GIVEN DATA
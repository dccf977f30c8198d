//! Specs written in a check, solved by the program itself.

use std::sync::atomic::{AtomicUsize, Ordering};

use serde_json::Value;
use shiftwright_tests::{Scratch, run, text};

/// The record that the program writes for a spec named `check`.
pub fn record(spec: &str) -> Value {
    static NEXT: AtomicUsize = AtomicUsize::new(0);
    let scratch = Scratch::new(&format!("reference-{}", NEXT.fetch_add(1, Ordering::Relaxed)));
    scratch.write("check.yaml", spec);
    let output = run(scratch.path(), &["generate", "check.yaml", "--out", "out"]);
    assert!(output.status.success(), "{spec}\n{}", text(&output));
    let record = std::fs::read_to_string(scratch.path().join("out/check.record.json")).expect("a record");
    serde_json::from_str(&record).expect("a record in JSON")
}

/// E0 to E4 of a formula.
pub fn series(record: &Value, formula: &str) -> [f64; 5] {
    let list = record["formulas"][formula]["series"].as_array().expect("a series");
    std::array::from_fn(|power| list[power].as_f64().expect("a number"))
}

/// (control, exact, formula) of every sample.
pub fn samples(record: &Value, formula: &str) -> Vec<[f64; 3]> {
    record["formulas"][formula]["samples"]
        .as_array()
        .expect("samples")
        .iter()
        .map(|one| ["control", "exact", "formula"].map(|key| one[key].as_f64().expect("a number")))
        .collect()
}

/// Asserts closeness relative to the larger of the reference and `floor`.
#[track_caller]
pub fn close(found: f64, reference: f64, relative: f64, floor: f64, what: &str) {
    let error = (found - reference).abs() / reference.abs().max(floor);
    println!("{}", shiftwright_tests::row(what, found, reference, error));
    assert!(error <= relative, "{what}: {found:e}, reference {reference:e}, relative {error:.1e}");
}

/// A formula of one level.
pub fn level(name: &str, level: usize, block: &str, unit: &str, order: usize, tolerance: f64) -> String {
    format!(
        "  {name}:\n    unit: {unit}\n    sum: [{{system: s, level: {level}{block}}}]\n    order: {order}\n    tolerance: {tolerance:e}\n"
    )
}

/// A spec of one parts system `s` without outputs but the record.
pub fn parts(
    constants: &str,
    parts: &str,
    hamiltonian: &str,
    conserved: &str,
    control: &str,
    formulas: &str,
) -> String {
    let constants =
        if constants.is_empty() { String::new() } else { format!("constants: {{{constants}}}\n") };
    let conserved =
        if conserved.is_empty() { String::new() } else { format!("    conserved: {{{conserved}}}\n") };
    format!(
        "spec: 1\nname: check\nsummary: A reference\n{constants}systems:\n  s:\n    kind: parts\n    parts: {{{parts}}}\n    hamiltonian: {hamiltonian}\n{conserved}control: {{{control}}}\nformulas:\n{formulas}outputs: [{{language: c, number: f64}}]\n"
    )
}
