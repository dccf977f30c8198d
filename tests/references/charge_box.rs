//! A superconducting charge box, `4 EC (n - ng)^2 - EJ cos phi`.
//!
//! Source: J. Koch et al., Phys. Rev. A 76, 042319 (2007), eq. (2.2): levels are
//! Mathieu characteristic values; two-level numbers from Y. Makhlin, G. Schoen and
//! A. Shnirman, Rev. Mod. Phys. 73, 357 (2001); exact values by charge-basis
//! diagonalisation and scipy in the reference collection.

use super::solved::{close, parts, record, samples, series};

fn formula(name: &str, level: usize, form: &str) -> String {
    format!(
        "  {name}:\n    unit: 1\n    sum: [{{system: s, level: {level}}}]\n    form: {form}\n    order: 2\n    tolerance: 1e-3\n"
    )
}

fn solved(josephson: f64) -> serde_json::Value {
    let formulas = [formula("single", 1, "polynomial"), formula("pair", 1, "paired")].concat();
    record(&parts(
        &format!("EC: 1, EJ: {josephson}"),
        "n: phase",
        "4*EC*(n.number - ng)^2 - EJ*n.cos",
        "",
        "symbol: ng, unit: 1, at: 0.5, within: [0.01, 0.99]",
        &formulas,
    ))
}

/// Curvatures at half charge and levels there, from scripts/charge_box.py (mpmath, 40
/// digits). The two-level model alone gives 8 EC - 32 EC^2/EJ = -312 and -56 for the curvature.
#[test]
fn the_curvature_at_half_charge_is_that_of_the_charge_basis() {
    for (josephson, curvature, energy) in [
        (0.1, -312.063_105_305_29, 0.949_689_448_964_034_8),
        (0.5, -56.325_746_615_753_5, 0.742_428_825_986_629_7),
    ] {
        let found = solved(josephson);
        let e = series(&found, "single");
        close(2.0 * e[2], curvature, 1e-10, 0.0, "curvature");
        close(e[0], energy, 1e-12, 0.0, "level");
        assert_eq!((e[1], e[3]), (0.0, 0.0), "the box is even about half charge");
    }
}

/// At an avoided crossing the pair form holds at least ten times further than the
/// polynomial; measured ratios of the reference collection: 45 and 15.
#[test]
fn a_pair_holds_ten_times_further_than_a_polynomial() {
    for josephson in [0.1, 0.5] {
        let found = solved(josephson);
        let width = |name: &str| {
            let valid = &found["formulas"][name]["valid"];
            valid["to"].as_f64().unwrap() - valid["from"].as_f64().unwrap()
        };
        let ratio = width("pair") / width("single");
        assert!(ratio >= 10.0, "EJ {josephson}: {ratio}");
    }
}

/// Exact levels at the samples: in a charge basis of 61 states, by inverse iteration
/// written out here on the tridiagonal matrix.
#[test]
fn exact_levels_are_those_of_the_charge_basis() {
    let found = solved(0.5);
    for [ng, exact, _] in samples(&found, "pair") {
        // Number of levels below x by the signs of the pivots; then bisection.
        let below = |x: f64| {
            let (mut pivot, mut count) = (1.0f64, 0);
            for n in -30..=30 {
                let diagonal = 4.0 * (f64::from(n) - ng).powi(2) - x;
                pivot = diagonal - if n == -30 { 0.0 } else { 0.0625 / pivot };
                count += i32::from(pivot < 0.0);
            }
            count
        };
        let (mut low, mut high) = (-1.0, 2.0);
        for _ in 0..60 {
            let middle = 0.5 * (low + high);
            if below(middle) >= 1 { high = middle } else { low = middle }
        }
        close(exact, low, 1e-11, 1.0, &format!("ng {ng}"));
    }
}
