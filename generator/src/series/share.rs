//! What each other state contributes to a second-order coefficient.
//!
//! In: a level with its set. Out: contributions, first-order mixing, the listed
//! levels, and how far the sum over states disagrees with the reduced resolvent.
//!
//! Where not every state is computed, the part of those left out is enclosed by
//! closure: all terms above the last computed level have one sign, and their
//! weights add up to `<V^2> - sum |<k|V|n>|^2` over the computed ones, so the rest lies between 0 and
//! that weight over the distance to the last computed level.
//!
//! Source: Landau and Lifshitz, *Quantum Mechanics*, 3rd ed., eq. (38.10), for
//! the sum; closure is common practice, no source.

use super::level::{LISTED, Set};
use super::product::inner;
use super::{Contribution, Mixing};
use crate::diagnostic::Result;
use crate::model::Model;
use crate::pencil::{Scalar, State, lowest};

/// States beyond this many are not sought for their shares alone.
const SOUGHT: usize = 400;

/// Contributions end where the rest is below this part of the sum and no single one left out exceeds it.
const CUT: f64 = 0.01;

/// Shares below this are rounding of a coupling that a symmetry forbids.
const NOISE: f64 = 1e-14;

/// What [`share`] finds.
#[derive(Default)]
pub(super) struct Shared {
    pub contributions: Vec<Contribution>,
    pub mixing: Vec<Mixing>,
    pub levels: Vec<f64>,
    /// Distance of the resolvent's value from the sum over states (or from its enclosure).
    pub disagreement: f64,
    pub largest_term: f64,
}

/// `state`: the zeroth-order state; `second`: E2 by the reduced resolvent;
/// `direct`: the expectation of `H_2`.
pub(super) fn share<T: Scalar>(
    model: &dyn Model<T>,
    set: &Set<T>,
    state: &State<T>,
    second: f64,
    direct: f64,
) -> Result<Shared> {
    let order = model.order();
    let mut image = model.expansion(1).apply(state);
    for member in &set.states {
        let amount = inner(member, &image);
        image.axpy(-amount, member, T::one());
    }
    let weight = image.norm_squared();
    let inside = set.first..set.first + set.states.len();
    let mut count = set.lowest.len();
    let mut pairs = None;
    loop {
        let states = pairs.as_ref().unwrap_or(&set.lowest);
        let mut terms: Vec<(usize, f64, f64, T)> = Vec::with_capacity(states.len());
        let mut met = 0.0;
        for (idx, pair) in states.iter().enumerate().filter(|(idx, _)| !inside.contains(idx)) {
            let coupling = inner(&pair.state, &image);
            let size = coupling.modulus_squared();
            met += size;
            terms.push((idx + 1, pair.energy, size / (set.energy - pair.energy), coupling));
        }
        let mut sum = direct;
        // Small terms first, so that none is lost.
        terms.iter().rev().for_each(|term| sum += term.2);
        let whole = states.len() >= order;
        let top = states.last().map_or(set.energy, |pair| pair.energy);
        // The rounding of a difference of squares hides couplings below it.
        let left = (weight - met).max(4.0 * f64::EPSILON * weight);
        let tail = if whole { 0.0 } else { -left / (top - set.energy).max(f64::MIN_POSITIVE) };
        let settled = tail.abs() <= CUT * second.abs() || weight == 0.0;
        if !whole && !settled && count < SOUGHT {
            count = (2 * count).min(order);
            pairs = Some(lowest(model.expansion(0), count)?);
            continue;
        }
        let disagreement = if second > sum { second - sum } else { (sum + tail - second).max(0.0) };
        let largest_term = terms.iter().fold(direct.abs(), |size, term| size.max(term.2.abs()));
        let mut contributions =
            if second == 0.0 { Vec::new() } else { listed(&terms, direct, second, set.energy) };
        let mut mixing = mixing(model, set, &terms, states, &contributions);
        let channels: Vec<Option<usize>> = states.iter().map(|pair| model.channel(&pair.state)).collect();
        let named = |number: usize| {
            let own = channels.get(number.checked_sub(1)?).copied().flatten()?;
            Some((own, channels[..number].iter().filter(|&&other| other == Some(own)).count()))
        };
        contributions.iter_mut().for_each(|one| one.channel = one.level.and_then(named));
        mixing.iter_mut().for_each(|one| one.channel = named(one.level));
        let levels = set
            .lowest
            .iter()
            .take(LISTED)
            .enumerate()
            .map(|(idx, pair)| if inside.contains(&idx) { set.energy } else { pair.energy });
        return Ok(Shared { contributions, mixing, levels: levels.collect(), disagreement, largest_term });
    }
}

/// Terms by falling size, until the cut.
fn listed<T: Scalar>(
    terms: &[(usize, f64, f64, T)],
    direct: f64,
    second: f64,
    own: f64,
) -> Vec<Contribution> {
    let mut all: Vec<Contribution> = terms
        .iter()
        .map(|&(number, energy, term, _)| Contribution {
            level: Some(number),
            energy,
            share: term / second,
            channel: None,
        })
        .collect();
    if direct != 0.0 {
        all.push(Contribution { level: None, energy: own, share: direct / second, channel: None });
    }
    all.retain(|one| one.share != 0.0);
    all.sort_by(|a, b| b.share.abs().total_cmp(&a.share.abs()).then(a.level.cmp(&b.level)));
    let mut rest = 1.0;
    let mut keep = 0;
    while keep < all.len().min(LISTED) {
        let size = all[keep].share.abs();
        if (f64::abs(rest) < CUT && size <= CUT) || size < NOISE {
            break;
        }
        rest -= all[keep].share;
        keep += 1;
    }
    all.truncate(keep);
    all
}

/// First-order amplitudes of the states that contribute, the largest first.
fn mixing<T: Scalar>(
    model: &dyn Model<T>,
    set: &Set<T>,
    terms: &[(usize, f64, f64, T)],
    states: &[crate::pencil::Eigenpair<T>],
    contributions: &[Contribution],
) -> Vec<Mixing> {
    let mut out: Vec<Mixing> = terms
        .iter()
        .filter(|term| contributions.iter().any(|one| one.level == Some(term.0)))
        .filter_map(|&(number, energy, _, coupling)| {
            let amount = coupling.unscale(set.energy - energy);
            let state = &states.get(number - 1)?.state;
            let coefficient = match model.phase(state) {
                // <k|V|n> takes the conjugate of the factor on k.
                Some(phase) => (phase.conjugate() * amount).real(),
                None => amount.modulus(),
            };
            Some(Mixing { level: number, energy, coefficient, channel: None })
        })
        .collect();
    out.sort_by(|a, b| b.coefficient.abs().total_cmp(&a.coefficient.abs()).then(a.level.cmp(&b.level)));
    out
}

ACTIVITY
The listing above holds a line with "f64, what: &str)" and a line with "found, reference, error));". Print the stretch from the first through the second, exactly and alone.

SOLUTION
pub fn close(found: f64, reference: f64, relative: f64, floor: f64, what: &str) {
    let error = (found - reference).abs() / reference.abs().max(floor);
    println!("{}", shiftwright_tests::row(what, found, reference, error));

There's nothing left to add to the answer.